Tokenization and File Compression Ratios Explained | Generated by AI
Yes, this is completely normal! Here’s why:
The Math
Raw text → Tokenized (uint16) conversion:
Original: "The cat sat on the mat"
Chars: 20 characters × 1 byte = 20 bytes
Tokens: ~5 tokens × 2 bytes = 10 bytes (GPT-2 BPE tokenization)
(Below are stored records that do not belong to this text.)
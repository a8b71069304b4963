import { eq, sql } from "drizzle-orm";
import { type Database, prepared } from "../client";
import { settings } from "../schema/journal";

/** The value an administrator set, or undefined. */
export function readSetting(db: Database, name: string): unknown {
  return prepared(db, "settings.read", (db) =>
    db
      .select({ value: settings.value })
      .from(settings)
      .where(eq(settings.name, sql.placeholder("name")))
      .prepare(),
  ).get({ name })?.value;
}

export function writeSetting(db: Database, name: string, value: unknown, updatedAt: number): void {
  db.insert(settings)
    .values({ name, value, updatedAt })
    .onConflictDoUpdate({ target: settings.name, set: { value, updatedAt } })
    .run();
}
Compression ratio: ~2-4x from text to tokens
Your Numbers
| File | Size | Token Count | Calculation |
|---|---|---|---|
| Raw text (full) | 61 GB | ~15B tokens* | 61GB ÷ ~4 chars/token |
| Raw text (sample) | 477 MB | ~114M tokens | 477MB ÷ ~4 chars/token |
train.bin |
27 MB | 14M tokens | 14M × 2 bytes |
val.bin |
191 MB | 100M tokens | 100M × 2 bytes |
*Assuming ~4 chars/token average for English text with GPT-2 tokenizer
Why So Small?
- Text → Tokens: English compresses ~2-4x when tokenized (common words become single tokens)
- uint16: Each token stored as 2 bytes (vs ~4 bytes for Python int)
- Partial data: You only prepared a 477MB sample of the 61GB file (less than 1%)
Real-World Comparison
nanoGPT’s standard Shakespeare dataset:
- Raw text: ~1MB
- Tokenized
train.bin: ~1MB - FineWeb full (10B tokens): ~20GB tokenized
So 27MB train.bin from 477MB text sample = ~18x compression. That’s normal. If you prepared the full 61GB, you’d get ~30GB of .bin files total.